In this post, I’m going to give a high-level overview of where SQL Server stores user data. One of the most important topics, backup and restore, is closely related to how this (and logging) works, so it’s important to have a solid understanding of these concepts to be able to plan and execute a successful backup and restore strategy. I’ll cover logging and the transaction log in a future post.
The structures in which SQL Server stores data are arranged hierarchically. We’re going to start with the smallest relevant units and work our way up.
Pages and Extents
In the SQL Server database engine, a page is an 8 KB region of storage (applies to both memory and disk). Each page has a header region that stores metadata about the page (the page’s internal id, the type of the page, etc.), and a data region that contains the actual data.
While there are many different types of pages, there are only two basic classes:
- Data Pages – Contains information related to data rows themselves.
- Metadata Pages – Contains state information about other pages or extents.
Pages are grouped into sets of 8 (for a total of 64 KB), called extents, which makes the allocation system more efficient. Most extents only contain a single type of page1.
Logically groups extents into objects. A normal table is stored in a single partition, while a partitioned table is stored in multiple partitions. This is how ALTER TABLE … SWITCH is able to efficiently move partitions to/from an independent table, or between partitioned tables — a partition is a table.
A data file is the basic unit of a database in the file system2, and it contains some or all of the extents that make up a partition (see next section on filegroups).
All databases have a primary data file, which stores structural (metadata) information about the database, and by convention has the file extension .mdf.
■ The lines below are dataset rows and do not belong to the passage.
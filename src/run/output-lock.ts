/**
 * One writer per output: `OUT.lock` beside the output, created atomically (O_EXCL) with the
 * owner's pid, host and start time, before anything else is touched on disk. A lock whose owner
 * is gone (same host, pid no longer running) is stale and taken over; a live owner, or an owner
 * on another host (a shared cluster folder, where the pid cannot be checked), refuses the run.
 */
import fs from 'node:fs';
import os from 'node:os';
import { InputError } from '../errors.js';
import { onInterruptRelease } from '../io/exit-cleanup.js';

/** The lock file guarding `outPath`. */
export function lockPathFor(outPath: string): string {
  return `${outPath}.lock`;
}

interface LockOwner {
  readonly kind: 'meltsweep output lock';
  readonly pid: number;
  readonly host: string;
  readonly since: string;
  readonly command: string;
}

export interface OutputLock {
  readonly path: string;
  /** Give the lock back (only if it is still ours). */
  release(): void;
}

function readOwner(file: string): LockOwner | null {
  try {
    const data = JSON.parse(fs.readFileSync(file, 'utf8')) as Partial<LockOwner>;
    if (data.kind !== 'meltsweep output lock' || !Number.isSafeInteger(data.pid) || typeof data.host !== 'string') return null;
    return data as LockOwner;
  } catch {
    return null;
  }
}

/** Whether process `pid` runs on this host (EPERM: it exists but belongs to someone else). */
function alive(pid: number): boolean {
  try {
    process.kill(pid, 0);
    return true;
  } catch (err) {
    return (err as NodeJS.ErrnoException).code === 'EPERM';
  }
}

/**
 * Take the lock of `outPath` or refuse (InputError, exit 2) naming the owner. Nothing else on
 * disk is changed by a refused call.
 * @param what the command taking it, recorded for the message another invocation would print
 * @param note told when a stale lock (its owner gone) is taken over, with who held it
 */
export function lockOutput(outPath: string, what: string, note?: (message: string) => void): OutputLock {
  const file = lockPathFor(outPath);
  const me: LockOwner = { kind: 'meltsweep output lock', pid: process.pid, host: os.hostname(), since: new Date().toISOString(), command: what };
  const text = `${JSON.stringify(me)}\n`;
  for (let attempt = 0; attempt < 3; attempt++) {
    try {
      const fd = fs.openSync(file, 'wx');
      try {
        fs.writeSync(fd, text);
        fs.fsyncSync(fd);
      } finally {
        fs.closeSync(fd);
      }
      const giveBack = (): void => {
        // only our own lock: a stale-lock takeover by another process must not be undone
        const owner = readOwner(file);
        if (owner?.pid === me.pid && owner.since === me.since) fs.rmSync(file, { force: true });
      };
      // a command stopped by a signal gives the lock back too (src/cli/interrupts.ts)
      const forget = onInterruptRelease(file, giveBack);
      return {
        path: file,
        release: () => {
          forget();
          giveBack();
        },
      };
    } catch (err) {
      const code = (err as NodeJS.ErrnoException).code;
      if (code !== 'EEXIST') {
        throw new InputError(`--output: cannot create the lock file ${file} (${code ?? String(err)}); choose a writable folder`);
      }
    }
    const owner = readOwner(file);
    if (owner === null) {
      // a lock file being written this very moment reads as empty: look again before judging
      const age = Date.now() - (fs.statSync(file, { throwIfNoEntry: false })?.mtimeMs ?? 0);
      if (age < 2000) {
        Atomics.wait(new Int32Array(new SharedArrayBuffer(4)), 0, 0, 100);
        if (readOwner(file) === null && attempt < 2) continue;
      }
      throw new InputError(`--output: ${file} exists but is not a meltsweep lock; remove it if no meltsweep command is writing ${outPath}`);
    }
    if (owner.host === os.hostname() && !alive(owner.pid)) {
      // stale: its owner is gone. Remove it only if it is still the same stale lock.
      const again = readOwner(file);
      if (again !== null && again.pid === owner.pid && again.since === owner.since) {
        fs.rmSync(file, { force: true });
        note?.(`took over the lock ${file} of process ${owner.pid} (${owner.command}, since ${owner.since}), which is no longer running`);
      }
      continue;
    }
    const where = owner.host === os.hostname() ? `process ${owner.pid}` : `process ${owner.pid} on host ${owner.host}`;
    throw new InputError(
      `--output: ${outPath} is being written by another meltsweep command (${where}, ${owner.command}, since ${owner.since}); ` +
        `wait for it to finish${owner.host === os.hostname() ? '' : `, or delete ${file} if that process is gone`}`,
    );
  }
  throw new InputError(`--output: could not take the lock ${file}; another meltsweep command keeps taking it`);
}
The primary data file cannot be removed from the database.
Secondary data files can be added, which have the extension .ndf by convention.
A filegroup is a named logical construct that contains data files. (Note: log files do not belong to filegroups.) All databases have a PRIMARY filegroup that contains (at least) the primary data file. The PRIMARY filegroup cannot be removed. Filegroups (except PRIMARY) can be set as read-only.
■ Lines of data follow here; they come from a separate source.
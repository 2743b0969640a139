/**
 * Where the compiled worker module lives. Worker threads load plain JavaScript (they do not
 * go through a test runner's TypeScript transform), so this always points into dist/, found
 * from the package root whether the caller runs from dist/ or from the sources.
 */
import fs from 'node:fs';
import path from 'node:path';
import { fileURLToPath } from 'node:url';
import { RunError } from '../errors.js';

export function packageRoot(): string {
  let dir = path.dirname(fileURLToPath(import.meta.url));
  for (let i = 0; i < 6; i++) {
    const pkg = path.join(dir, 'package.json');
    if (fs.existsSync(pkg)) {
      try {
        if ((JSON.parse(fs.readFileSync(pkg, 'utf8')) as { name?: string }).name === 'meltsweep') return dir;
      } catch {
        // not ours; keep looking
      }
    }
    dir = path.dirname(dir);
  }
  throw new RunError('cannot find the meltsweep package root');
}

export function sweepWorkerFile(): string {
  const file = path.join(packageRoot(), 'dist', 'workers', 'sweep-worker.js');
  if (!fs.existsSync(file)) throw new RunError(`worker module ${file} is missing: run "npm run build" first`);
  return file;
}
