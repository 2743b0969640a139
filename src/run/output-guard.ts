/**
 * Checks on a run's output before any work: the folder is really writable, nothing is overwritten
 * by accident, leftovers of a killed process are cleared, and a finished table is recognised so
 * that --resume of a complete run does nothing.
 */
import fs from 'node:fs';
import path from 'node:path';
import { InputError } from '../errors.js';
import type { PartialManifest } from '../io/segment-store.js';
import { readTableSchema } from '../io/table-reader.js';

/** Refuse, before any work, outputs that cannot be written or would be overwritten. */
export function checkOutput(outPath: string, force: boolean, resume: boolean): void {
  const dir = path.dirname(path.resolve(outPath));
  if (!fs.existsSync(dir)) throw new InputError(`--output: folder ${dir} does not exist`);
  // a real probe: permission bits say nothing for root, read-only mounts or full disks
  const probe = path.join(dir, `.meltsweep-probe-${process.pid}`);
  try {
    fs.writeFileSync(probe, 'probe');
  } catch (err) {
    const code = (err as NodeJS.ErrnoException).code ?? String(err);
    throw new InputError(`--output: cannot write in folder ${dir} (${code}); choose a writable folder`);
  } finally {
    fs.rmSync(probe, { force: true });
  }
  if (fs.existsSync(outPath) && !force && !resume) {
    throw new InputError(`--output: ${outPath} already exists; use --force to replace it (or --resume to finish a partial run)`);
  }
}

/** Remove temporary files left by a process killed while publishing. */
export function removeStaleTemporaries(outPath: string): void {
  const dir = path.dirname(path.resolve(outPath));
  const prefix = `${path.basename(outPath)}.tmp-`;
  for (const name of fs.readdirSync(dir)) if (name.startsWith(prefix)) fs.rmSync(path.join(dir, name), { force: true });
}

/** Whether the published table(s) are a finished run of this sweep, rows and profile grid. */
export async function existingOutputMatches(outPath: string, manifest: PartialManifest, profilesPath: string | null): Promise<boolean> {
  const matches = async (file: string, grid: string | undefined): Promise<boolean> => {
    const md = (await readTableSchema(file)).metadata;
    return (
      md.get('meltsweep.sweep_hash') === manifest.sweepHash &&
      md.get('meltsweep.row_range') === `${manifest.rowStart}-${manifest.rowEnd}` &&
      md.get('meltsweep.profile_grid') === grid
    );
  };
  try {
    return (await matches(outPath, undefined)) && (profilesPath === null || (await matches(profilesPath, manifest.profileGrid)));
  } catch {
    return false;
  }
}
A filegroup allows for the distribution of extent and page allocations between multiple data files. SQL Server uses two algorithms simultaneously when making allocations:
- Round-robin. Allocations are made sequentially from the data files within the filegroup (i.e., for a filegroup with 3 files, the allocations would come from File1, File2, File3, File1, File2, File3, etc.).
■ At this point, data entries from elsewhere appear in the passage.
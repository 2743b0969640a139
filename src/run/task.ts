/** The message that crosses the worker boundary: a sweep and a contiguous index range. */
import type { SweepSpec } from '../spec/types.js';
import type { ProfileGrid } from './profile-grid.js';

export interface ChunkTask {
  /** identifies the spec so a worker builds its plan and parameters once */
  readonly specKey: string;
  readonly spec: SweepSpec;
  readonly start: number;
  readonly end: number;
  /** sample every column on this pressure grid (the profile table); absent: no profiles */
  readonly profiles?: ProfileGrid;
  /** modules of processes that are not built in (RunOptions.processModules), registered before computing */
  readonly processModules?: readonly string[];
}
- Proportional fill. The number of allocations made from a file is proportional to the amount of free space in that file. The purpose of this is to eventually reach a steady-state where allocations are balanced between all the files. However, you can get into trouble by adding a new, empty, data file, which can result in almost all the allocations coming from that one file, probably defeating the purpose of the allocation distribution among the files in the first place.
Filegroups also serve as the target for object storage. For example, the table [dbo].[Sales] can be stored in a filegroup called SALES.
In this context, a database is a logical container that contains one or more filegroups (PRIMARY, plus zero or more others). One of the database’s filegroups can be set as the default filegroup, where objects get created if the T-SQL statement does not explicitly specify a filegroup.
Now that you understand the basic internal storage structures SQL Server uses, you will be able to easily understand how many other areas of the system work, including backups, which is an important topic I will cover in a future post.
1 Mixed extents can contain multiple types of pages. These are a small minority of allocations.
2 Not getting into FILESTREAM or snapshot files here.